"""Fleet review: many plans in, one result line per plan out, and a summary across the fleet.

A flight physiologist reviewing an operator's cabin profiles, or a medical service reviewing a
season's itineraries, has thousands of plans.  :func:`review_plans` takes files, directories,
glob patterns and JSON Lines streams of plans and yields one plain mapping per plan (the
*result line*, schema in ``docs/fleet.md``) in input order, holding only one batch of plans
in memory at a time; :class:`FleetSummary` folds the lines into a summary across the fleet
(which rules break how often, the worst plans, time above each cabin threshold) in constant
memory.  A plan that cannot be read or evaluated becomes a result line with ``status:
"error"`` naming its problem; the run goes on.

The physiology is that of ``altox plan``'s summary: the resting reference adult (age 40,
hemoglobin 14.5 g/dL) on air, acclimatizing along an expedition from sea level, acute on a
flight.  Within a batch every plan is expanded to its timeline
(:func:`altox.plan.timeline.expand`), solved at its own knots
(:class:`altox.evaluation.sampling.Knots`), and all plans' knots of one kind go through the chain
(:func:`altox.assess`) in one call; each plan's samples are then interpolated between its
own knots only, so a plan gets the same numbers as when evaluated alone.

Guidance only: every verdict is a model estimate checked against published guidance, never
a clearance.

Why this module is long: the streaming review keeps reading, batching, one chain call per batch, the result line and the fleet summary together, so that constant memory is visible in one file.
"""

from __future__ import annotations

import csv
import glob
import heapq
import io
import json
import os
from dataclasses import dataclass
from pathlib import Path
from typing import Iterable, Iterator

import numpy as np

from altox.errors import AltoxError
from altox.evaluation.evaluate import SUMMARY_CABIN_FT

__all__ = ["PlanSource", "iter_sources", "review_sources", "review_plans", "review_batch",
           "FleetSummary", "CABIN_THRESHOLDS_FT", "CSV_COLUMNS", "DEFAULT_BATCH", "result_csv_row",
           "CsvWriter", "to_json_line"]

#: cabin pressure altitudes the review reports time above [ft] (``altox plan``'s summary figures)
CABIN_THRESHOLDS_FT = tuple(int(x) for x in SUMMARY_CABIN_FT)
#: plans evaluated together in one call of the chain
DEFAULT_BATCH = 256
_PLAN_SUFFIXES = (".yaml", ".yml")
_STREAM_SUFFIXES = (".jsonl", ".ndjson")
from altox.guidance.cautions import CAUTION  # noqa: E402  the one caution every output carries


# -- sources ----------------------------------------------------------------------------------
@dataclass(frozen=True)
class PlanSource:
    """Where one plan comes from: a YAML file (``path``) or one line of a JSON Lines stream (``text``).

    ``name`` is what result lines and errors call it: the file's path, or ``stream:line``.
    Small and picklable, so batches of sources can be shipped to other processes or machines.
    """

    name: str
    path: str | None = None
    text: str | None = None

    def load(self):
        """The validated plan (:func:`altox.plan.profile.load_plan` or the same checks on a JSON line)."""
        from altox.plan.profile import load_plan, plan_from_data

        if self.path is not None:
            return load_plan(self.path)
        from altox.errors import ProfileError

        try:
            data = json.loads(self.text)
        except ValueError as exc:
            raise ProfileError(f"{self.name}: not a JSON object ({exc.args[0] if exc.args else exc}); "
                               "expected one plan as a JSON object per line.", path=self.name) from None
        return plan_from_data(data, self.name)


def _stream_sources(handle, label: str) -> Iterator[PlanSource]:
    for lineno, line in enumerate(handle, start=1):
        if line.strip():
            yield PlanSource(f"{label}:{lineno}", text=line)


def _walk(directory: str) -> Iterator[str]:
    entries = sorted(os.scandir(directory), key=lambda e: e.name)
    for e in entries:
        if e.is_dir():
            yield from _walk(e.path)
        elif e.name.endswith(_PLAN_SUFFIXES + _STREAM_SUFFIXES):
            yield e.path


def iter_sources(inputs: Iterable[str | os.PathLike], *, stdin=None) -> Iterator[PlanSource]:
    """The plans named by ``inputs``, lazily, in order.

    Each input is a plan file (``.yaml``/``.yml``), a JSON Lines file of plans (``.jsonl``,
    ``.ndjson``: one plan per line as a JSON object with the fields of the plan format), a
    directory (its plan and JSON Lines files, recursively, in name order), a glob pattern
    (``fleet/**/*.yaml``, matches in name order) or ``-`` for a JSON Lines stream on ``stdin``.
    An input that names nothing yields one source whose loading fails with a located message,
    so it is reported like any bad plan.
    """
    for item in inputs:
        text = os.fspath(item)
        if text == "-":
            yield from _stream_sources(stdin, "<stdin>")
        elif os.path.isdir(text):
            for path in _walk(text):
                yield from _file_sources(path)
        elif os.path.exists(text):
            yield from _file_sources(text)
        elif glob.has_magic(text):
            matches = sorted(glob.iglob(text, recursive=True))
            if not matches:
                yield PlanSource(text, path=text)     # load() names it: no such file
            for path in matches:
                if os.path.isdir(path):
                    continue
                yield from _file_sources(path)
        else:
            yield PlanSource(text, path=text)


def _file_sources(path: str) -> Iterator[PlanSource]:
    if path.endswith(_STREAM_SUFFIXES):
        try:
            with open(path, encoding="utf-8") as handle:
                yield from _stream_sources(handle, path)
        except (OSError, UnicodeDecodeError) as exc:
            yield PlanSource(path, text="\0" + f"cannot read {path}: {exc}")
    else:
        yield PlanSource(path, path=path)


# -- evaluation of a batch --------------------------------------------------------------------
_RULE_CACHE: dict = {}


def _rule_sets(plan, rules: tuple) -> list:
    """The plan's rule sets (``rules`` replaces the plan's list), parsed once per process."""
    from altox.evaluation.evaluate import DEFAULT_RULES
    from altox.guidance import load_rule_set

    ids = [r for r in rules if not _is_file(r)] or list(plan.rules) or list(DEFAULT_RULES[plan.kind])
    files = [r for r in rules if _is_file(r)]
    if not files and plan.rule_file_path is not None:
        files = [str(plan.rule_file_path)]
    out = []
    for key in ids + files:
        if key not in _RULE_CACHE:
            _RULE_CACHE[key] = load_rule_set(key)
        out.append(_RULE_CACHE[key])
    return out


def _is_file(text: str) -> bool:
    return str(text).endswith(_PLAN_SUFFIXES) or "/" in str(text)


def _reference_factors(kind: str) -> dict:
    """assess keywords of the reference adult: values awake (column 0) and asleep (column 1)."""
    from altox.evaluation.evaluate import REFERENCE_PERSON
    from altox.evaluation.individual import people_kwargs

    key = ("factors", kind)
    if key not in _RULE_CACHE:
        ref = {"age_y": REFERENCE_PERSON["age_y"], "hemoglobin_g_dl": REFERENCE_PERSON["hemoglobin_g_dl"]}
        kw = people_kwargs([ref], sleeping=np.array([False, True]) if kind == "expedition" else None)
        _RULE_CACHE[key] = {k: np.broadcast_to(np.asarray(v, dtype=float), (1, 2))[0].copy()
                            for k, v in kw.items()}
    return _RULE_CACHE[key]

....................

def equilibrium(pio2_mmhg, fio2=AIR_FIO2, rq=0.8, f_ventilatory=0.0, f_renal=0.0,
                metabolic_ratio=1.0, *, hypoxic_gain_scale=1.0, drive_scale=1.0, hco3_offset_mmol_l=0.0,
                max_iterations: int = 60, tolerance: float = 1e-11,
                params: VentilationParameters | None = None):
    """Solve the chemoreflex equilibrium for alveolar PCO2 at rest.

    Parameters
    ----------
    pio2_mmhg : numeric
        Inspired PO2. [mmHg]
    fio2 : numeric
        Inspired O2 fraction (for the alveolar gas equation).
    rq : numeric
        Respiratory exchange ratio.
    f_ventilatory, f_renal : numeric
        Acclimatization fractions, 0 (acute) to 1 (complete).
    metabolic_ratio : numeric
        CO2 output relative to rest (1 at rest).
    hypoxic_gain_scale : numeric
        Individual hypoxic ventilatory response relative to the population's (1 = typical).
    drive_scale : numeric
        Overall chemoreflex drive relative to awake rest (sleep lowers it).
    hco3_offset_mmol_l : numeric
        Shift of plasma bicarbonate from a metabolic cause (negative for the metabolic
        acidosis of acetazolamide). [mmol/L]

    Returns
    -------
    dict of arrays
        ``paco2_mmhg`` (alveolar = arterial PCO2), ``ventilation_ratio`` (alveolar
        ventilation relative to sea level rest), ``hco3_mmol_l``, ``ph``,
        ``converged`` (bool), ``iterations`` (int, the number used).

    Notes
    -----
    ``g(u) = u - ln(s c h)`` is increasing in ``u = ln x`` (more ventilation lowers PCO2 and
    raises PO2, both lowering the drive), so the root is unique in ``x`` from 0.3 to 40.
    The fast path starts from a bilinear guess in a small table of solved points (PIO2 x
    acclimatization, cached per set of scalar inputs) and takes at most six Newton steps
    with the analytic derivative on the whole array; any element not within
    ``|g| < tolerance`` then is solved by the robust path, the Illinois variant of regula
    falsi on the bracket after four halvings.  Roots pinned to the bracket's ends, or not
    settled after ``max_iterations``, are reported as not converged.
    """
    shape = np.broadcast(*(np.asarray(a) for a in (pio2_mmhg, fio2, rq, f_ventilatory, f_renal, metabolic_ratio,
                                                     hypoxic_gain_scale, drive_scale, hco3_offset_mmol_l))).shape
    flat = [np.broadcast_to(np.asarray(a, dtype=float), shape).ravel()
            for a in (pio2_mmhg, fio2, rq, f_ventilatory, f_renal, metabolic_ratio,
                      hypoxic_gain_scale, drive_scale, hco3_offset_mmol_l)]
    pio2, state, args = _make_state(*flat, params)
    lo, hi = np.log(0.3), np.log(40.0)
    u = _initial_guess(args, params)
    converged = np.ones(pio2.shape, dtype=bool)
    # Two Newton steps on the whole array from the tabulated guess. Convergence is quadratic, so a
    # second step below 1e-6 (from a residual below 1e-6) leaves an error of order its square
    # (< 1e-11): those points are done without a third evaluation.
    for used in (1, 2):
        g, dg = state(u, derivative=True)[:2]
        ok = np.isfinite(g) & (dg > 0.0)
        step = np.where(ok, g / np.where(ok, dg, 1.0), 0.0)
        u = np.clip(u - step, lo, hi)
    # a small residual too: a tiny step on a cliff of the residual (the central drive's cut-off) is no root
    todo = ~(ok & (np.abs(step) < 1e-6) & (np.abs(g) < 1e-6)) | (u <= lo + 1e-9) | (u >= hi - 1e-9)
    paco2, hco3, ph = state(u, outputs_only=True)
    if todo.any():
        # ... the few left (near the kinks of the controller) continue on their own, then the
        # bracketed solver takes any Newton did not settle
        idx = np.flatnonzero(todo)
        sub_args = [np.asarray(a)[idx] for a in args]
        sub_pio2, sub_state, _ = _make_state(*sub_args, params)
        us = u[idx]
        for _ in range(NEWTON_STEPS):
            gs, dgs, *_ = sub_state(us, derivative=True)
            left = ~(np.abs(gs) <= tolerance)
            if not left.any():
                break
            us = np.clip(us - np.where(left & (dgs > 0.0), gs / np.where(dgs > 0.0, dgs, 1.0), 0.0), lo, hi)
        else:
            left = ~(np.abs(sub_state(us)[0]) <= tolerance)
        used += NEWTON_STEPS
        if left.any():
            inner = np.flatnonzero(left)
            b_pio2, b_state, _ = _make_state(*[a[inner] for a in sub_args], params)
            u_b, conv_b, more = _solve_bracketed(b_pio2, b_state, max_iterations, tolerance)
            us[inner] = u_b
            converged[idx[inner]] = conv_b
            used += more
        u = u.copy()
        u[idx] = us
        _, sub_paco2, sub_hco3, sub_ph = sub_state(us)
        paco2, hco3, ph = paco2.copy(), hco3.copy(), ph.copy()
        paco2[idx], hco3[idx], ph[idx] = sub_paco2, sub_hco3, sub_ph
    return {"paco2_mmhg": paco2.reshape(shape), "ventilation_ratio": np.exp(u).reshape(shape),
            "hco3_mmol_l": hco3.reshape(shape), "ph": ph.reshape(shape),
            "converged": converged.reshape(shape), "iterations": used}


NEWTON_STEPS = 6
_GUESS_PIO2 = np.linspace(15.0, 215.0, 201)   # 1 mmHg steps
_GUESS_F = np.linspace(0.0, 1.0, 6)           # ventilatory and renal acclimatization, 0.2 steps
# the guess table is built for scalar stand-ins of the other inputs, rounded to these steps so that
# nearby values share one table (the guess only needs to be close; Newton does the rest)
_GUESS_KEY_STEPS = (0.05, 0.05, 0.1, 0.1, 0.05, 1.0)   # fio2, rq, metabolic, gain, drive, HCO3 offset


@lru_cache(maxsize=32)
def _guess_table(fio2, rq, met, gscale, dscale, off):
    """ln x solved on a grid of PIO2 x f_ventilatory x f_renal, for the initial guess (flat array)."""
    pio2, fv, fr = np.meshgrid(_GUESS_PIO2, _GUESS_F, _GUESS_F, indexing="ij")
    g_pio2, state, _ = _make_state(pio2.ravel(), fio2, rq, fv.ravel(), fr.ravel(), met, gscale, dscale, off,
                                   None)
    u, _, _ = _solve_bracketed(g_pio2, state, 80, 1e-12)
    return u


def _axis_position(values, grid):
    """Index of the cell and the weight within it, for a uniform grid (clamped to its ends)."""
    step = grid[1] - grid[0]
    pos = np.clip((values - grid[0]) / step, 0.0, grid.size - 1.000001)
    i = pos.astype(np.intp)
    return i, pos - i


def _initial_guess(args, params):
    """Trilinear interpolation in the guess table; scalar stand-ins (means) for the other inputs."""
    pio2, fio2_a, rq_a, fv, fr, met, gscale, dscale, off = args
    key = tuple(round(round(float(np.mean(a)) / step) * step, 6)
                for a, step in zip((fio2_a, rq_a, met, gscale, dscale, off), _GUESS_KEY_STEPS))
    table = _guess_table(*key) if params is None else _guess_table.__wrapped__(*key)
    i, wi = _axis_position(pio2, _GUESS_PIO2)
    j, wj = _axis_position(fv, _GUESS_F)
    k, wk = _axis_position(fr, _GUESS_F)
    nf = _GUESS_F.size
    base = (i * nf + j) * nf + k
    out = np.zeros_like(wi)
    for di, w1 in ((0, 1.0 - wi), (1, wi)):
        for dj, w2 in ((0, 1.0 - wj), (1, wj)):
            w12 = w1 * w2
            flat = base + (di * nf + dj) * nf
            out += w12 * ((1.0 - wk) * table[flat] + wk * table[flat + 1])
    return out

....................

◆ Task objective:
Taking the entries above, print exactly the lines starting at the line with "if not files" and ending at the line with "return _RULE_CACHE[key]", both included.

◆ Solution for this task:
    if not files and plan.rule_file_path is not None:
        files = [str(plan.rule_file_path)]
    out = []
    for key in ids + files:
        if key not in _RULE_CACHE:
            _RULE_CACHE[key] = load_rule_set(key)
        out.append(_RULE_CACHE[key])
    return out


def _is_file(text: str) -> bool:
    return str(text).endswith(_PLAN_SUFFIXES) or "/" in str(text)


def _reference_factors(kind: str) -> dict:
    """assess keywords of the reference adult: values awake (column 0) and asleep (column 1)."""
    from altox.evaluation.evaluate import REFERENCE_PERSON
    from altox.evaluation.individual import people_kwargs

    key = ("factors", kind)
    if key not in _RULE_CACHE:
        ref = {"age_y": REFERENCE_PERSON["age_y"], "hemoglobin_g_dl": REFERENCE_PERSON["hemoglobin_g_dl"]}
        kw = people_kwargs([ref], sleeping=np.array([False, True]) if kind == "expedition" else None)
        _RULE_CACHE[key] = {k: np.broadcast_to(np.asarray(v, dtype=float), (1, 2))[0].copy()
                            for k, v in kw.items()}
    return _RULE_CACHE[key]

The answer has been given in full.